I have no experience with that computer, but have used zip ties for years (decades, actually) with zero problems.


----------



## Nick09 (Aug 1, 2009)

Maybe it's just the Wal-Mart ones that get loose  I called the shop and they said they could put one on while they are setting up the bike... That is, if it ever ships out... stupid double points weekend. Order hasn't even processed yet and I need that bike to arrive on Wednesday before I go off to Clemson :mad2:


----------



## tanner3155 (Apr 5, 2008)

*Strada*

Bought 2 of these for wife and myself. I did have minor issues with the zip ties not being tight and the cadence magnet slipping, also the same with the wifes sensor. So I bought a variety pack of zip ties and the trick was to hold one end with pliars while pulling the end through with another pair of pliars so that it's really really tight. Also, once I was gong for a long ride and was up to 80 something miles and something happened and the mileage zeroed out. Might have been my fault I don't know. Yes, occasionally the modes would change without me doing anything, but no big deal, I just change it back. Actually they have been pretty good, fairly easy to see. One more thing, when the speed starts flashing, it's time for a new battery.


----------



## martinrjensen (Sep 23, 2007)

*cheap tie wraps are just that*

Yes, you may have luck with cheap tie wraps but they are very different from commercial grade. they just don't hold as tight. You have to be much more careful with them. I have both and sometimes the cheap ones just strip out or don't hold. the next one usually will.


----------



## frdfandc (Nov 27, 2007)

I'm using the Strada DW without issue. The zip ties hold it in place pretty good. Only had to make a slight adjustment the other day because I transported the bike in the bed of my truck instead on the bike rack, and bumped the sensor.


----------



## gtpharr (Oct 6, 2008)

martinrjensen said:


> Yes, you may have luck with cheap tie wraps *but they are very different from commercial grade.* they just don't hold as tight. You have to be much more careful with them. I have both and sometimes the cheap ones just strip out or don't hold. the next one usually will.
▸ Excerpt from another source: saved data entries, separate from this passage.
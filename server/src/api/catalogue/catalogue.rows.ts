/**
 * Reading catalogue rows from the database: one row per network of the latest published version of each
 * dataset (withdrawn versions never; an older published version stays listed when a newer one is
 * withdrawn, as the dataset page shows it), with the
 * network's current metrics: the successful run of the current pipeline settings (at most one per network and
 * settings hash; if several, the latest).
 */
import { QueryTypes, type Transaction } from "sequelize";
import { sequelize } from "../../db/sequelize";
import { publicCoordinates } from "./catalogue.coordinates";
import type { NullFigureSummary } from "@shared/types/dataset";
import { NOT_RECORDED, notRecordedList, notRecordedText, type NotRecordedField } from "@shared/validation/not-recorded";
import { getPipelineSettings, settingsHash } from "../../pipeline/settings";
import { readNullFigures } from "../../pipeline/null-figures";

/** One null model's figures of a catalogue network: the part of the dataset page's figures a row carries. */
export type CatalogueNullFigures = Pick<NullFigureSummary, "n" | "mean" | "sd" | "z" | "zSe" | "qRel" | "deltaQ" | "p" | "pAtFloor">;

export interface CatalogueEntry {
  networkId: number;
  datasetId: number;
  versionId: number;
  accession: string;
  version: number;
  position: number;
  /** e.g. "TB-000042/v2/3" */
  ref: string;
  name: string;
  title: string;
  licence: string;
  interactionType: string | null;
  kind: "bipartite" | "unipartite";
  directed: boolean;
  weighted: boolean;
  weightMeaning: string | null;
  rowLevel: string | null;
  colLevel: string | null;
  /** The habitat, or "not recorded" when the depositor marked it so. */
  habitat: string | null;
  /** Fields marked not recorded (coordinates, elevation, dates, habitat, samplingEffort). */
  notRecorded: NotRecordedField[];
  /** "Habitat: reason; Sampling dates: reason" for tables. */
  notRecordedText: string;
  countryCode: string | null;
  placeName: string | null;
  /** Public (generalised) coordinates. */
  latitude: number | null;
  longitude: number | null;
  generalisation: string | null;
  elevation: number | null;
  startDate: string | null;
  endDate: string | null;
  startYear: number | null;
  endYear: number | null;
  samplingProtocol: string | null;
  samplingEffortValue: number | null;
  samplingEffortUnit: string | null;
  taxonomicResolution: string | null;
  nNodes: number;
  nRows: number | null;
  nCols: number | null;
  nLinks: number;
  totalWeight: number;
  connectance: number | null;
  publishedAt: string | null;
  runId: number | null;
  settingsHash: string | null;
  objective: string | null;
  q: number | null;
  modules: number | null;
  /** True when the figures come from the current settings (false: the last good run of older settings). */
  currentSettings: boolean;
  nodf: number | null;
  algorithmName: string | null;
  algorithmVersion: string | null;
  seed: number | null;
  /** The primary null model of the run. */
  primaryNull: string | null;
  /** Figures per null model (model name → figures). */
  nulls: Record<string, CatalogueNullFigures>;
}

/** Text fields for the search index (not kept in the catalogue rows to save memory). */
export interface SearchDocument {
  networkId: number;
  datasetId: number;
  title: string;
  description: string;
  keywords: string;
  creators: string;
  locality: string;
  nodes: string;
  name: string;
  accession: string;
}

/**
 * The current pipeline settings hash (the pipeline's settings in app_settings, hashed with the engine
 * version: server/src/pipeline/settings.ts), so "current metrics" here means the same as on dataset pages.
 */
export async function currentSettingsHash(transaction?: Transaction): Promise<string> {
  return settingsHash(await getPipelineSettings(transaction));
}

interface Filter {
  datasetIds?: number[];
  networkIds?: number[];
  /** Any published version, not only the latest (bundles of explicit references). */
  anyPublishedVersion?: boolean;
}

/** SQL selecting the latest published version of each dataset (aliased v) joined with d. */
const publishedVersions = (f: Filter) => f.anyPublishedVersion ? `
  FROM datasets d
  JOIN dataset_versions v ON v.dataset_id = d.id AND v.state = 'published'
  JOIN networks n ON n.version_id = v.id` : `
  FROM datasets d
  JOIN LATERAL (
    SELECT lv.* FROM dataset_versions lv
    WHERE lv.dataset_id = d.id AND lv.state = 'published'
    ORDER BY lv.number DESC LIMIT 1
  ) v ON true
  JOIN networks n ON n.version_id = v.id`;

function whereClause(f: Filter): string {
  const parts = ["d.accession IS NOT NULL"];
  if (f.datasetIds) parts.push(f.datasetIds.length ? "d.id IN (:datasetIds)" : "false");
  if (f.networkIds) parts.push(f.networkIds.length ? "n.id IN (:networkIds)" : "false");
  return parts.join(" AND ");
}

const num = (v: unknown): number | null => (v === null || v === undefined || v === "" ? null : Number.isFinite(Number(v)) ? Number(v) : null);
const str = (v: unknown): string | null => (typeof v === "string" && v !== "" ? v : null);
const yearOf = (d: string | null): number | null => (d && /^\d{4}/.test(d) ? Number(d.slice(0, 4)) : null);

interface RawRow {
  network_id: number;
  dataset_id: number;
  version_id: number;
  accession: string;
  number: number;
  position: number;
  study: Record<string, unknown>;
  meta: Record<string, unknown>;
  kind: "bipartite" | "unipartite";
  directed: boolean;
  weighted: boolean;
  n_nodes: number;
  n_rows: number | null;
  n_cols: number | null;
  n_links: number;
  total_weight: number;
  connectance: number | null;
  published_at: Date | null;
  run_id: number | null;
  settings_hash: string | null;
  objective: string | null;
  q: number | null;
  modules: number | null;
  current_settings: boolean | null;
  nodf: number | null;
  algorithm_name: string | null;
  algorithm_version: string | null;
  seed: string | number | null;
  null_model: string | null;
}

function toEntry(r: RawRow): CatalogueEntry {
  const m = r.meta ?? {};
  const s = r.study ?? {};
  const loc = (m.locality ?? {}) as Record<string, unknown>;
  const effort = (m.samplingEffort ?? null) as Record<string, unknown> | null;
  const coords = publicCoordinates(loc);
  const startDate = str(m.startDate);
  const notRecorded = notRecordedList(m).map((x) => x.field);
  const endDate = str(m.endDate);
  return {
    networkId: r.network_id,
    datasetId: r.dataset_id,
    versionId: r.version_id,
    accession: r.accession,
    version: r.number,
    position: r.position,
    ref: `${r.accession}/v${r.number}/${r.position}`,
    name: str(m.name) ?? `Network ${r.position}`,
    title: str(s.title) ?? r.accession,
    licence: str(s.licence) ?? "unknown",
    interactionType: str(m.interactionType),
    kind: r.kind,
    directed: r.directed,
    weighted: r.weighted,
    weightMeaning: str(m.weightMeaning),
    rowLevel: str(m.rowLevel),
    colLevel: str(m.colLevel),
    habitat: str(m.habitat) ?? (notRecorded.includes("habitat") ? NOT_RECORDED : null),
    notRecorded,
    notRecordedText: notRecordedText(m),
    countryCode: str(loc.countryCode)?.toUpperCase() ?? null,
    placeName: str(loc.placeName),
    latitude: coords.latitude,
    longitude: coords.longitude,
    generalisation: coords.latitude !== null || coords.longitude !== null ? (coords.generalisation ?? null) : str(loc.generalisation),
    elevation: coords.elevation,
    startDate,
    endDate,
    startYear: yearOf(startDate),
    endYear: yearOf(endDate) ?? yearOf(startDate),
    samplingProtocol: str(m.samplingProtocol),
    samplingEffortValue: effort ? num(effort.value) : null,
    samplingEffortUnit: effort ? str(effort.unit) : null,
    taxonomicResolution: str(m.taxonomicResolution),
    nNodes: r.n_nodes,
    nRows: r.n_rows,
    nCols: r.n_cols,
    nLinks: r.n_links,
    totalWeight: Number(r.total_weight),
    connectance: num(r.connectance),
    publishedAt: r.published_at ? new Date(r.published_at).toISOString() : null,
    runId: r.run_id,
    settingsHash: r.settings_hash ? r.settings_hash.trim() : null,
    objective: r.objective,
    q: num(r.q),
    modules: num(r.modules),
    currentSettings: r.current_settings === true,
    nodf: num(r.nodf),
    algorithmName: r.algorithm_name,
    algorithmVersion: r.algorithm_version,
    seed: num(r.seed),
    primaryNull: r.null_model,
    nulls: {},
  };
}

/** Catalogue rows (optionally only some datasets or networks), ordered by accession and position. */
export async function loadCatalogueRows(f: Filter = {}, transaction?: Transaction): Promise<CatalogueEntry[]> {
  const hash = await currentSettingsHash(transaction);
  const rows = await sequelize().query<RawRow>(
    `SELECT n.id AS network_id, d.id AS dataset_id, v.id AS version_id, d.accession, v.number, n.position,
            v.metadata AS study, n.metadata AS meta, n.kind, n.directed, n.weighted, n.n_nodes, n.n_rows, n.n_cols,
            n.n_links, n.total_weight, n.connectance, v.published_at,
            r.id AS run_id, r.settings_hash, r.objective, r.q, r.modules, r.nodf,
            r.algorithm_name, r.algorithm_version, r.seed, r.null_model, (r.settings_hash = :hash) AS current_settings
     ${publishedVersions(f)}
     LEFT JOIN LATERAL (
       SELECT mr.* FROM metric_runs mr
       WHERE mr.network_id = n.id AND mr.status = 'succeeded'
       ORDER BY (mr.settings_hash = :hash) DESC, mr.finished_at DESC NULLS LAST, mr.id DESC LIMIT 1
     ) r ON true
     WHERE ${whereClause(f)}
     ORDER BY d.accession, n.position`,
    { replacements: { hash, datasetIds: f.datasetIds ?? [], networkIds: f.networkIds ?? [] }, type: QueryTypes.SELECT, transaction },
  );
  const entries = rows.map(toEntry);
  const figures = await readNullFigures(entries.flatMap((e) => (e.runId ? [e.runId] : [])), transaction);
  for (const e of entries) {
    for (const f of (e.runId && figures.get(e.runId)) || []) {
      e.nulls[f.model] = { n: f.n, mean: f.mean, sd: f.sd, z: f.z, zSe: f.zSe, qRel: f.qRel, deltaQ: f.deltaQ, p: f.p, pAtFloor: f.pAtFloor };
    }
  }
  return entries;
}

/** Search documents (titles, descriptions, keywords, creators, localities, node names) for some or all datasets. */
export async function loadSearchDocuments(f: Filter = {}): Promise<SearchDocument[]> {
  const rows = await sequelize().query<{
    network_id: number;
    dataset_id: number;
    accession: string;
    study: Record<string, unknown>;
    meta: Record<string, unknown>;
    rows: string[] | null;
    cols: string[] | null;
  }>(
    `SELECT n.id AS network_id, d.id AS dataset_id, d.accession, v.metadata AS study, n.metadata AS meta,
            n.canonical -> 'rows' AS rows, n.canonical -> 'cols' AS cols
     ${publishedVersions(f)}
     WHERE ${whereClause(f)}`,
    { replacements: { datasetIds: f.datasetIds ?? [], networkIds: f.networkIds ?? [] }, type: QueryTypes.SELECT },
  );
  return rows.map((r) => {
    const s = r.study ?? {};
    const m = r.meta ?? {};
    const loc = (m.locality ?? {}) as Record<string, unknown>;
    const creators = Array.isArray(s.creators) ? (s.creators as Array<Record<string, unknown>>) : [];
    const keywords = Array.isArray(s.keywords) ? (s.keywords as unknown[]) : [];
    return {
      networkId: r.network_id,
      datasetId: r.dataset_id,
      accession: r.accession,
      title: String(s.title ?? ""),
      description: String(s.description ?? ""),
      keywords: keywords.map(String).join(" "),
      creators: creators.map((c) => [c.name, c.affiliation].filter(Boolean).join(" ")).join(" "),
      locality: [loc.placeName, loc.countryCode, m.habitat].filter(Boolean).join(" "),
      nodes: [...(r.rows ?? []), ...(r.cols ?? [])].join(" "),
      name: String(m.name ?? ""),
    };
  });
}

/** Cheap fingerprints of everything the catalogue depends on (checked at most every few seconds). */
export async function catalogueFingerprint(): Promise<{ versions: string; runs: string; settings: string }> {
  const [row] = await sequelize().query<{ v: string; r: string; s: string }>(
    `SELECT
       (SELECT count(*) || '|' || coalesce(max(updated_at)::text, '') FROM dataset_versions WHERE state IN ('published', 'withdrawn')) AS v,
       (SELECT coalesce(max(id), 0) || '|' || coalesce(max(updated_at)::text, '') FROM metric_runs) AS r,
       (SELECT coalesce(max(updated_at)::text, '') FROM app_settings) AS s`,
    { type: QueryTypes.SELECT },
  );
  return { versions: row.v, runs: row.r, settings: row.s };
}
I have been using these cable ties for years on aircraft & boat wiring as well as countless other things around the house. The only sizes you are likely to use on a bike are the 18# and 30#. Of course you can get much larger cable ties up to 300# or so that would be normally used in heavy duty applications. However, every cable tie I've ever seen had a # rating and I've never seen anything labeled as "commercial grade" or any other grade. You will see some that are mil-spec certified and/or UV resistant, but I've never seen or heard of an 18# or 30# "commercial grade" cable tie.

I find a defect every now and then, but I've used any brand I could get my hands on including mil-spec cerfified and have never notice a quality difference. 

I've tried pulling on them with pliers to tighen them more and they usually break. After all, their only rated at 18# or 30#. Those that don't break probably get streched some which weakens them and shortens their life span.

The say you can fix almost anything with Duct Tape and WD-40. Add in an assortment of cable ties and you will be able to fix those items that Duct Tape and WD-40 could not!


----------



## milkbaby (Aug 14, 2009)

Have have a Cateye V2C double wireless which stays on fine with the zip ties. The sensor mounts with a rubber/silicone "foot" inbetween the chainstay and the sensor which gives it some grabby purchase on the stay instead of letting slick plastic slide around. I liked it so much that when I went to equip my commuter, I bought a cheaper wired Cat Eye Astrale 8 which also stays put just fine...


----------



## Mr. Versatile (Nov 24, 2005)

When I mount stuff like that on my bikes I always use friction tape. I trim it to fit the width of the object that I'm mounting then wrap it around a couple of times. Put the sensor on with the zip ties over the tape and you're done. It won't move unless a LOT of force is put on it.


----------